If the animal is a duplicate, the code simply increments the out.skipped counter.
All of these out sub-variables will be included in the interpretation result. Note the Tag section prior to the rule being processed, which as the comments suggest, is used to declare and initialize the variables (which, again, is a very important step to remember)
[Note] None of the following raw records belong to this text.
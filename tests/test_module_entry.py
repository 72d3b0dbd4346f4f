"""``python -m reagentplan`` is the same command as ``reagentplan``."""

from __future__ import annotations

import subprocess
import sys
from pathlib import Path

ROOT = Path(__file__).resolve().parents[1]


def _run(*args: str) -> subprocess.CompletedProcess:
    return subprocess.run([sys.executable, "-m", "reagentplan", *args], capture_output=True,
                          text=True, timeout=120, cwd=ROOT)


def test_python_dash_m_gives_version_and_help():
    from reagentplan import __version__

    r = _run("--version")
    assert r.returncode == 0 and r.stdout.strip() == f"reagentplan {__version__}"
    r = _run("--help")
    assert r.returncode == 0
    for command in ("demo", "template", "check", "balance", "forecast", "plan", "dashboard"):
        assert command in r.stdout


def test_python_dash_m_checks_a_workbook_with_the_same_exit_codes(minimal_path, tmp_path):
    r = _run("check", str(minimal_path))
    assert r.returncode == 0 and "sound" in r.stdout
    bad = tmp_path / "bad.xlsx"
    bad.write_text("not a workbook")
    r = _run("check", str(bad))
    assert r.returncode == 2 and "Traceback" not in r.stderr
In both ABNF and GrXML example grammars above, the result of someone speaking "cat dog" would be:
<num_animals>2</num_animals><res_array length="2"><item index="0">cat</item><item index="1">dog</item></res_array><selections>cat dog</selections><skipped>0</skipped> |
As you can see in the results, there are a number of returned parameters, including :
- num_animals - The number of unique animals spoken
- res_array - An array containing an item for each unique animal spoken
- selections - A string of unique animal names, with spaces between
- skipped - The number of skipped (duplicate) animals
Using the same grammars, but with the user saying a repeated animal, such as "cat dog cat" would give a similar result, except that the skipped value would be 1 instead of 0 to indicate that the second cat utterance was a duplicate:
<num_animals>2</num_animals><res_array length="2"><item index="0">cat</item><item index="1">dog</item></res_array><selections>cat dog</selections><skipped>1</skipped> |
Conclusion
As you can see, but using a number of different techniques and understanding how to leverage the power behind ECMAScript within your grammars, you can programmatically achieve complex results with relative ease.